Large-scale bidirectional arrayed genetic screens identify OXR1 and EMC4 as modifiers of α-synuclein aggregation

In Parkinson’s disease and other synucleinopathies, α-synuclein (α-Syn) misfolds and forms Ser ¹²⁹ – phosphorylated aggregates (pSyn ¹²⁹ ). The factors controlling this process are largely unknown. Here, we used arrayed CRISPR-mediated gene activation and ablation to discover new pSyn ¹²⁹ modulators. Using quadruple-guide RNAs (qgRNAs) and Cas9, or an inactive Cas9 version fused to a synthetic transactivator, we ablated 2304 and activated 2428 human genes related to mitochondrial, trafficking and motility function in HEK293 cells. After exposure of cells to α-Syn fibrils, pSyn ¹²⁹ signals were recorded by high-throughput fluorescent microscopy and aggregates were identified by image analysis. We found that pSyn ¹²⁹ was increased by activating the mitochondrial protein OXR1, which decreased ATP levels and altered the mitochondrial membrane potential. Instead, pSyn ¹²⁹ was reduced by ablation of the endoplasmic reticulum (ER)-associated protein EMC4, which enhanced ER-driven autophagic flux and lysosomal clearance.

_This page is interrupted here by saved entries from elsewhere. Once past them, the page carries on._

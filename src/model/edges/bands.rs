//! The edge model against the scenario's fixed bands: first guesses from
//! band temperatures, states remapped onto the bands, and diagnostics with
//! the exact edges.

use super::EdgeModel;
use crate::model::climate::{Diagnostics, classify_ice, hemisphere_ice_edges};
use crate::numerics::grid::Grid;

impl EdgeModel {
    /// A first guess in this topology from band temperatures of `grid` and
    /// the edges `edges`: the bands interpolated linearly onto the mapped
    /// cell centres.
    pub fn guess(&mut self, grid: &Grid, bands: &[f64], edges: &[f64], u: &mut [f64]) -> bool {
        let n = self.n;
        self.layout(edges);
        if !self.valid {
            return false;
        }
        let c = &grid.centres;
        for i in 0..n {
            let x = self.centres[i];
            let j = c.partition_point(|&y| y < x).clamp(1, c.len() - 1);
            let a = ((x - c[j - 1]) / (c[j] - c[j - 1])).clamp(0.0, 1.0);
            u[i] = bands[j - 1] + a * (bands[j] - bands[j - 1]);
        }
        u[n..].copy_from_slice(edges);
        true
    }

    /// The state on the bands of `grid` (the scenario's), conservatively:
    /// each mapped cell's profile is linear (slope from its neighbours in
    /// the same region) with the cell's mean, integrated over each band.
    pub fn to_bands(&mut self, u: &[f64], grid: &Grid) -> Vec<f64> {
        let n = self.n;
        let mut e = std::mem::take(&mut self.edges);
        e.copy_from_slice(&u[n..]);
        self.layout(&e);
        self.edges = e;
        let t = &u[..n];
        let mut slope = vec![0.0; n];
        for seg in 0..self.counts.len() {
            let (a, b) = (self.knots[seg], self.knots[seg + 1]);
            for i in a..b {
                let (l, r) = (
                    if i > a { i - 1 } else { i },
                    if i + 1 < b { i + 1 } else { i },
                );
                if r > l {
                    slope[i] = (t[r] - t[l]) / (self.centres[r] - self.centres[l]);
                }
            }
        }
        let mut out = vec![0.0; grid.len()];
        let mut i = 0;
        for (band, o) in out.iter_mut().enumerate() {
            let (ba, bb) = (grid.faces[band], grid.faces[band + 1]);
            while i + 1 < n && self.faces[i + 1] <= ba {
                i += 1;
            }
            let mut acc = 0.0;
            let mut j = i;
            while j < n && self.faces[j] < bb {
                let (lo, hi) = (self.faces[j].max(ba), self.faces[j + 1].min(bb));
                if hi > lo {
                    // ∫ (T_j + slope (x - centroid)) dx, centroid of the cell in x
                    let xm = 0.5 * (self.faces[j] + self.faces[j + 1]);
                    let mid = 0.5 * (lo + hi);
                    acc += (hi - lo) * (t[j] + slope[j] * (mid - xm));
                }
                j += 1;
            }
            *o = acc / (bb - ba);
        }
        out
    }

    /// Diagnostics of u (exact edges, not from the bands), except the
    /// habitable fraction, which is that of `bands`: the profile the point
    /// reports on the scenario's bands ([`EdgeModel::to_bands`] of u), so
    /// that it can be recomputed from the reported temperatures.
    pub fn diagnostics(&mut self, u: &[f64], bands: &[f64]) -> Diagnostics {
        let n = self.n;
        let k = self.edge_count();
        let mut f = vec![0.0; n + k];
        self.residual(u, &mut f);
        let t = &u[..n];
        let span = 1.0 - self.x0;
        let symmetric = self.model.grid.symmetric;
        let intervals = self.ice_intervals(u);
        let (edges, state) = classify_ice(&intervals, self.x0, 1.0, symmetric);
        let (north, south) = hemisphere_ice_edges(&intervals, symmetric);
        let covered: f64 = intervals.iter().map(|(a, b)| b - a).sum();
        let q = self.model.planet.orbit.flux;
        let ins = self.mean(&self.ins) * q;
        let abs = self.mean(&self.coalb) * q;
        Diagnostics {
            global_mean_c: self.mean(t),
            ice_area_fraction: (covered / span).clamp(0.0, 1.0),
            ice_edges_deg: edges,
            ice_edge_north_deg: north,
            ice_edge_south_deg: south,
            planetary_albedo: if ins > 0.0 { 1.0 - abs / ins } else { 0.0 },
            state,
            energy_imbalance: f[..n].iter().sum::<f64>() / n as f64,
            habitable_fraction: self.model.habitable_fraction(bands),
        }
    }
}
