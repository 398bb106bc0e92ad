//! Independent closed-form reference solutions for zonal-mean energy-balance
//! models (EBMs), written from the published literature, for comparison with
//! the numerical model in `src/`. Pure `std` Rust; this file must never use
//! the `icefold` crate.
//!
//! Notation: `x = sin(latitude)`, one hemisphere `0 <= x <= 1`, symmetric
//! about the equator; temperatures in degrees Celsius; fluxes in W m^-2.
//!
//! # 1. Diffusive model (North 1975, J. Atmos. Sci. 32, 2033;
//! North, Cahalan & Coakley 1981, Rev. Geophys. 19, 91)
//!
//! Steady state:
//!
//! ```text
//!   D d/dx[(1 - x^2) dT/dx] - (A + B T) + Q S(x) a(x, x_s) = 0,
//!   S(x) = 1 + s2 P2(x),
//!   a(x, x_s) = a0 + a2 P2(x)   for x < x_s   (open surface, co-albedo)
//!             = b0              for x > x_s   (ice),
//!   T(x_s) = T_s,  dT/dx(0) = 0,  T regular at x = 1,
//!   T and dT/dx continuous at x_s.
//! ```
//!
//! Solution in each region = particular + c * homogeneous:
//!
//! * particular: the forcing `F = Q S a - A` is a polynomial in P0, P2, P4
//!   (using `P2^2 = 1/5 + (2/7) P2 + (18/35) P4`); because
//!   `d/dx[(1-x^2) P_n'] = -n(n+1) P_n`, each Legendre component is
//!   `F_n / (B + n(n+1) D)`.
//! * homogeneous: `(1-x^2) y'' - 2 x y' - (B/D) y = 0`, i.e. the Legendre
//!   equation with `nu(nu+1) = -B/D`, `nu = -1/2 + i sqrt(B/D - 1/4)`
//!   (conical function; real for real x).
//!   - polar region: `y_p(x) = P_nu(x) = 2F1(-nu, nu+1; 1; (1-x)/2)`, regular
//!     at x = 1. The series coefficients are real because
//!     `(k - nu)(k + nu + 1) = k^2 + k + B/D`, so this is done in f64.
//!   - equatorial region: the even solution `y_e`, normalised `y_e(0) = 1`,
//!     `y_e'(0) = 0`. It equals `[P_nu(x) + P_nu(-x)] / (2 P_nu(0))`; the
//!     normalisation is absorbed in the free constant. It is evaluated by
//!     analytic continuation of Taylor series of the ODE (each re-expansion
//!     point x0 >= 0 uses step h <= (1 - x0)/2, half the radius of
//!     convergence), so it is accurate to ~1e-15 for any x < 1, including
//!     x close to 1 where the hypergeometric series for P_nu(-x) converges
//!     only logarithmically.
//!
//! # 2. Relaxation model (Budyko 1969, Tellus 21, 611; Tung 2007, "Topics in
//! Mathematical Modeling", Princeton Univ. Press, chapter on Budyko's model)
//!
//! ```text
//!   Q S(x) (1 - alpha(x)) - (A + B T) + gamma (Tbar - T) = 0,
//!   alpha = alpha_open for x < x_s, alpha_ice for x > x_s.
//! ```
//! Integrating over the hemisphere (area weight dx) the transport term
//! vanishes, so `Tbar = (Q abar(x_s) - A)/B` with
//! `abar(x_s) = int_0^1 S (1 - alpha) dx
//!            = (1-alpha_open) sigma(x_s) + (1-alpha_ice) (1 - sigma(x_s))`,
//! `sigma(x) = int_0^x S dx' = x + s2 (x^3 - x)/2`.
//! `T(x) = (Q S(x)(1 - alpha(x)) - A + gamma Tbar) / (B + gamma)`.
//! T jumps at x_s. Ice-edge convention (Tung 2007; Budyko 1969): `T_s` is met
//! by the average of the two one-sided temperatures, i.e. the albedo at the
//! edge is `(alpha_open + alpha_ice)/2`.

#![allow(dead_code)]

// ---------------------------------------------------------------------------
// Legendre polynomials
// ---------------------------------------------------------------------------

/// Legendre polynomial `P2(x) = (3x^2 - 1)/2`.
pub fn p2(x: f64) -> f64 {
    0.5 * (3.0 * x * x - 1.0)
}

/// Legendre polynomial `P4(x) = (35x^4 - 30x^2 + 3)/8`.
pub fn p4(x: f64) -> f64 {
    let x2 = x * x;
    (35.0 * x2 * x2 - 30.0 * x2 + 3.0) / 8.0
}

fn dp2(x: f64) -> f64 {
    3.0 * x
}
fn d2p2(_x: f64) -> f64 {
    3.0
}
fn dp4(x: f64) -> f64 {
    (35.0 * x * x * x - 15.0 * x) / 2.0
}
fn d2p4(x: f64) -> f64 {
    (105.0 * x * x - 15.0) / 2.0
}

// ---------------------------------------------------------------------------
// Homogeneous solutions: (1 - x^2) y'' - 2 x y' - beta y = 0, beta = B/D > 0
// ---------------------------------------------------------------------------

/// Conical Legendre function `P_nu(x)` with `nu(nu+1) = -beta`, and its
/// x-derivative, from the hypergeometric series
/// `P_nu(x) = 2F1(-nu, nu+1; 1; z) = sum_k c_k z^k`, `z = (1 - x)/2`,
/// `c_{k+1} = c_k (k^2 + k + beta) / (k+1)^2`, `c_0 = 1` (all real).
/// `dP_nu/dx = -(1/2) dF/dz`.
///
/// Converges geometrically with ratio z; intended for `z <= 0.5` (x >= 0),
/// accepted up to z < 0.9 (slower) for cross-checks.
pub fn conical_p(beta: f64, x: f64) -> (f64, f64) {
    let z = 0.5 * (1.0 - x);
    assert!(
        (0.0..0.9).contains(&z),
        "conical_p: z = (1-x)/2 = {z} outside [0, 0.9)"
    );
    let mut c = 1.0_f64; // c_k
    let mut zk = 1.0_f64; // z^k
    let mut f = 0.0_f64;
    let mut fz = 0.0_f64; // dF/dz
    let mut k = 0.0_f64;
    for _ in 0..100_000 {
        let c_next = c * (k * k + k + beta) / ((k + 1.0) * (k + 1.0));
        let tf = c * zk;
        let tfz = (k + 1.0) * c_next * zk;
        f += tf;
        fz += tfz;
        // For beta > 0 the terms are positive and the tail is bounded by
        // ~term * z/(1-z) once the coefficient ratio is ~1. (abs() so that
        // beta < 0, e.g. integer degrees used in tests, also terminates.)
        let tail = 1e-17 * (1.0 - z);
        if k >= 2.0 && tf.abs() <= tail * f.abs().max(1.0) && tfz.abs() <= tail * fz.abs().max(1.0)
        {
            return (f, -0.5 * fz);
        }
        c = c_next;
        zk *= z;
        k += 1.0;
    }
    panic!("conical_p: series did not converge (beta = {beta}, x = {x})");
}
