/// Every branch of periodic climates of `sm` in `param` over [lo, hi], by
/// the generic [`Tracer`] through the annual map: seeds by shooting from
/// warm and cold starts at `seed_values` parameter values, each distinct
/// one continued. Points report the annual-mean profile (diagnosed under the
/// annual-mean insolation), the number of Floquet multipliers outside the
/// unit circle, and max |u - Φ(u)| (K) as the residual. Folds carry no jump
/// (`jump_to` is `None`); bistable windows are where two stable segments
/// overlap.
#[allow(clippy::too_many_arguments)]
pub fn trace_seasonal(
    sm: &SeasonalModel,
    param: Param,
    lo: f64,
    hi: f64,
    warm: f64,
    cold: f64,
    opts: &SeasonalTraceOptions,
    progress: &mut dyn FnMut(&str),
) -> Hysteresis {
    let n = sm.len();
    let mut failures = Vec::new();
    let mut seeds: Vec<(f64, Vec<f64>)> = Vec::new();
    let k = opts.seed_values.max(2);
    let mut work = sm.clone();
    for j in 0..k {
        let p = lo + (hi - lo) * j as f64 / (k - 1) as f64;
        work.set_param(param, p);
        let starts = crate::climate::standard_starts(n, warm, cold);
        let search = find_periodic(&mut work, &starts, &opts.shooting);
        for (label, e) in search.failures {
            failures.push(format!("seed `{label}` at {} = {p}: {e}", param.key()));
        }
        for c in search.climates {
            seeds.push((p, c.start));
        }
        progress(&format!("seasonal seeds at {} = {p:.6}", param.key()));
    }
    let settings = Settings {
        tolerance: opts.tolerance,
        ..Settings::for_range(lo, hi)
    };
    let mut problem = SeasonalProblem::new(sm.clone(), param);
    let mut raw: Vec<Branch> = Vec::new();
    for (p, u) in &seeds {
        if raw.iter().any(|b| near_branch(b, u, *p, (hi - lo).abs())) {
            continue;
        }
        let mut tracer = Tracer::new(&mut problem, settings);
        match tracer.trace(u, *p) {
            Ok(b) => {
                progress(&format!(
                    "seasonal branch {}: {} points, {} folds",
                    raw.len() + 1,
                    b.points.len(),
                    b.folds.len()
                ));
                raw.push(b);
            }
            Err(_) => failures.push(format!(
                "seed at {} = {p}: singular annual-map Jacobian, not continued",
                param.key()
            )),
        }
    }
    let mut work = sm.clone();
    let mut annual = sm.annual_model();
    let mut branches = Vec::new();
    for (id, b) in raw.into_iter().enumerate() {
        let points: Vec<TracedPoint> = b
            .points
            .iter()
            .map(|q| {
                seasonal_point(
                    &mut work,
                    &mut annual,
                    param,
                    q.p,
                    &q.u,
                    q.unstable_modes,
                    q.residual,
                )
            })
            .collect();
        let folds = b
            .folds
            .iter()
            .map(|f| Fold {
                point: seasonal_point(
                    &mut work,
                    &mut annual,
                    param,
                    f.point.p,
                    &f.point.u,
                    f.point.unstable_modes,
                    f.point.residual,
                ),
                after: f.after,
                // filled in below from the stable neighbour (lead's edit:
                // Fold gained `from_state`)
                from_state: crate::climate::State::Other,
                jump_to: None,
            })
            .collect();
        branches.push(TracedBranch {
            id: id + 1,
            points,
            folds,
            ends: b.ends.clone(),
        });
    }
    let bistable = crate::branches::bistable_windows(&branches, lo, hi);
    Hysteresis {
        param,
        range: (lo, hi),
        branches,
        bistable,
        failures,
    }
}

#[cfg(test)]
mod tests {
    use super::*;
    use crate::scenario::Scenario;

    #[test]
    fn rejects_symmetric_grid_and_bad_capacity() {
        let sc = Scenario::load(None, &["grid.symmetric=true".into()]).unwrap();
        assert!(matches!(
            SeasonalModel::from_scenario(&sc),
            Err(SeasonalError::Invalid(_))
        ));
        let mut m = Scenario::load(None, &[]).unwrap().model();
        m.planet.heat_capacity[3] = 0.0;
        assert!(SeasonalModel::new(m.clone(), 12).is_err());
        m.planet.heat_capacity[3] = f64::NAN;
        assert!(SeasonalModel::new(m, 12).is_err());
    }
}
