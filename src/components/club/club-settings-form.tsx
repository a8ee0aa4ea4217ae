"use client";
import { useRouter } from "next/navigation";
import { useMemo, useState } from "react";
import { api, ApiError } from "./api";

type Settings = { name: string; currency: string; timeZone: string };

/** The club's name (it heads reports), its one currency, and the time zone of its days. */
export function ClubSettingsForm({ settings }: { settings: Settings }) {
  const router = useRouter();
  const [form, setForm] = useState(settings);
  const [errors, setErrors] = useState<Record<string, string>>({});
  const [status, setStatus] = useState<string | null>(null);
  const zones = useMemo(() => Intl.supportedValuesOf("timeZone"), []);

  async function save() {
    setErrors({});
    try {
      await api("/api/club/settings", { method: "PUT", body: { ...form, currency: form.currency.toUpperCase() } });
      setStatus("Saved.");
      router.refresh();
    } catch (error) {
      if (error instanceof ApiError) setErrors(Object.fromEntries(Object.entries(error.fields).map(([k, v]) => [k, v[0]])));
      setStatus((error as Error).message);
    }
  }

  return (
    <form className="sheet grid gap-3 md:grid-cols-3" aria-label="The club" onSubmit={(e) => (e.preventDefault(), void save())}>
      <label className="flex flex-col">
        <span className="field-label">Club name</span>
        <input className="field-input" value={form.name} onChange={(e) => setForm({ ...form, name: e.target.value })} aria-invalid={!!errors.name} />
        {errors.name && <span className="field-error">{errors.name}</span>}
      </label>
      <label className="flex flex-col">
        <span className="field-label">Currency</span>
        <input
          className="field-input w-24"
          maxLength={3}
          value={form.currency}
          onChange={(e) => setForm({ ...form, currency: e.target.value })}
          aria-invalid={!!errors.currency}
        />
        {errors.currency && <span className="field-error">{errors.currency}</span>}
      </label>
      <label className="flex flex-col">
        <span className="field-label">Time zone (the club&apos;s days)</span>
        <select className="field-input" value={form.timeZone} onChange={(e) => setForm({ ...form, timeZone: e.target.value })} aria-invalid={!!errors.timeZone}>
          {[...new Set(["UTC", ...zones])].map((z) => (
            <option key={z} value={z}>
              {z}
            </option>
          ))}
        </select>
        {errors.timeZone && <span className="field-error">{errors.timeZone}</span>}
      </label>
      <div className="flex items-center gap-3 md:col-span-3">
        <button type="submit" className="btn btn-primary">
          Save the club&apos;s settings
        </button>
        {status && <span role="status">{status}</span>}
      </div>
    </form>
  );
}
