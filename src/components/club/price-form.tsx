"use client";
import { useRouter } from "next/navigation";
import { useState } from "react";
import { decimalMarkOf, parseNumber } from "@/lib/parse-number";
import { api, ApiError } from "./api";

type Props = {
  currency: string;
  /** When set, the form corrects this entry: the old one is withdrawn and this one recorded. */
  replacing?: { id: string; effectiveOn: string };
  onDone?: () => void;
};

/** Records a reference price, or the correction of a wrong one; asks before a jump of more than half. */
export function PriceForm({ currency, replacing, onDone }: Props) {
  const router = useRouter();
  const [form, setForm] = useState({ effectiveOn: replacing?.effectiveOn ?? new Date().toISOString().slice(0, 10), price: "", note: "" });
  const [errors, setErrors] = useState<Record<string, string>>({});
  const [jump, setJump] = useState<string | null>(null);
  const [done, setDone] = useState<string | null>(null);

  async function submit(confirmJump: boolean) {
    setErrors({});
    setDone(null);
    // "2,495" is two thousand four hundred ninety-five where the decimal mark is a point.
    const price = parseNumber(form.price, decimalMarkOf(navigator.language));
    if (price === undefined || Number.isNaN(price)) {
      setErrors({ pricePerTroyOunce: price === undefined ? "Enter the price per troy ounce." : "Type the price as a number, like 2495.50 (or 2,495.50)." });
      return;
    }
    const value = { effectiveOn: form.effectiveOn, pricePerTroyOunce: price, currency, note: form.note, confirmJump };
    try {
      await api(replacing ? `/api/club/prices/${replacing.id}` : "/api/club/prices", {
        method: "POST",
        body: replacing ? { action: "replace", price: value } : value,
      });
      setJump(null);
      setDone(replacing ? "Corrected: the old entry is withdrawn." : "Recorded.");
      setForm({ ...form, price: "", note: "" });
      router.refresh();
      onDone?.();
    } catch (error) {
      if (!(error instanceof ApiError)) throw error;
      if (error.status === 409 && error.fields.pricePerTroyOunce) {
        setJump(error.message);
        return;
      }
      setErrors(Object.fromEntries(Object.entries(error.fields).map(([k, v]) => [k, v[0]])));
      if (Object.keys(error.fields).length === 0) setErrors({ _: error.message });
    }
  }

  return (
    <form
      className="sheet flex flex-wrap items-end gap-2"
      aria-label={replacing ? "Correct this price" : "Record a reference price"}
      onSubmit={(e) => {
        e.preventDefault();
        void submit(false);
      }}
    >
      <label className="flex flex-col">
        <span className="field-label">In force from</span>
        <input
          type="date"
          className="field-input"
          value={form.effectiveOn}
          onChange={(e) => setForm({ ...form, effectiveOn: e.target.value })}
          aria-invalid={!!errors.effectiveOn}
        />
        {errors.effectiveOn && <span className="field-error">{errors.effectiveOn}</span>}
      </label>
      <label className="flex flex-col">
        <span className="field-label">Price per troy ounce ({currency})</span>
        <input
          inputMode="decimal"
          className="field-input figure"
          value={form.price}
          onChange={(e) => setForm({ ...form, price: e.target.value })}
          aria-invalid={!!errors.pricePerTroyOunce}
        />
        {errors.pricePerTroyOunce && <span className="field-error">{errors.pricePerTroyOunce}</span>}
      </label>
      <label className="flex flex-col">
        <span className="field-label">Note (where the price comes from)</span>
        <input className="field-input" value={form.note} onChange={(e) => setForm({ ...form, note: e.target.value })} aria-invalid={!!errors.note} />
        {errors.note && <span className="field-error">{errors.note}</span>}
      </label>
      <button type="submit" className="btn btn-primary">
        {replacing ? "Record the correction" : "Record the price"}
      </button>
      {jump && (
        <div role="alert" className="w-full rounded-md border-2 border-rust p-2">
          <p>{jump}</p>
          <button type="button" className="btn mt-2" onClick={() => void submit(true)}>
            It is right: record it
          </button>
        </div>
      )}
      {errors._ && <p className="field-error w-full">{errors._}</p>}
      {done && (
        <span role="status" className="font-bold text-moss">
          {done}
        </span>
      )}
    </form>
  );
}
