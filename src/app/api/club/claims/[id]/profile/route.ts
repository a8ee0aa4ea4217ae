import { claimProfileInputSchema } from "@/lib/club/schemas";
import { requireActor } from "@/server/auth/actor";
import { saveClaimProfile } from "@/server/club/claims";
import { json, parseJsonBody, route, routeId } from "@/server/http";
import { requireSameOrigin } from "@/server/origin";

type Ctx = { params: Promise<{ id: string }> };

/** The claim gold profile: fineness and host density, each a range with its source. */
export const PUT = route<Ctx>(async (req, ctx) => {
  requireSameOrigin(req);
  const actor = await requireActor(req, "manageClaims", "club");
  const input = await parseJsonBody(req, claimProfileInputSchema, "claim_profile");
  const id = await routeId(ctx, "claim", "No such claim.");
  return json(saveClaimProfile(actor, id, input));
});
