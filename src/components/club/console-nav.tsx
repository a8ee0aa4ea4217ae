"use client";
import Link from "next/link";
import { usePathname } from "next/navigation";

const SCREENS = [
  ["/club", "Season at a glance"],
  ["/club/ledger", "Club ledger"],
  ["/club/claims", "Claims"],
  ["/club/members", "Members"],
  ["/club/prices", "Club and price"],
] as const;

/**
 * The console's screens in one row above the work (a laptop's width goes to the ledger, not
 * to a sidebar); the screen in use is marked.
 */
export function ConsoleNav({ caughtMail }: { caughtMail: boolean }) {
  const pathname = usePathname();
  const current = (href: string) => (href === "/club" ? pathname === "/club" : pathname.startsWith(href));
  const link = "rounded-md px-3 py-2 font-bold underline-offset-4 hover:underline aria-[current=page]:bg-ochre aria-[current=page]:text-ochre-ink";
  return (
    <nav aria-label="Club console" className="no-print flex flex-wrap items-center gap-1 border-b border-rule pb-2">
      {SCREENS.map(([href, label]) => (
        <Link key={href} href={href} className={link} aria-current={current(href) ? "page" : undefined}>
          {label}
        </Link>
      ))}
      <a href="/api/club/backup" className={link} download>
        Download a backup
      </a>
      {caughtMail && (
        <Link href="/club/mail" className={link} aria-current={current("/club/mail") ? "page" : undefined}>
          Caught mail (demo)
        </Link>
      )}
    </nav>
  );
}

OXR1 activation preferentially modulated cellular reactions to fibrils derived from multiple system atrophy (MSA) patients, whereas EMC4 ablation broadly reduced pSyn ¹²⁹ across diverse α-Syn polymorphs. These findings were confirmed in human iPSC-derived cortical and dopaminergic neurons, where OXR1 preferentially promoted somatic aggregation and EMC4 reduced both somatic and neuritic aggregates. These results uncover previously unrecognized roles for OXR1 and EMC4 in α-Syn aggregation, thereby broadening our mechanistic understanding of synucleinopathies.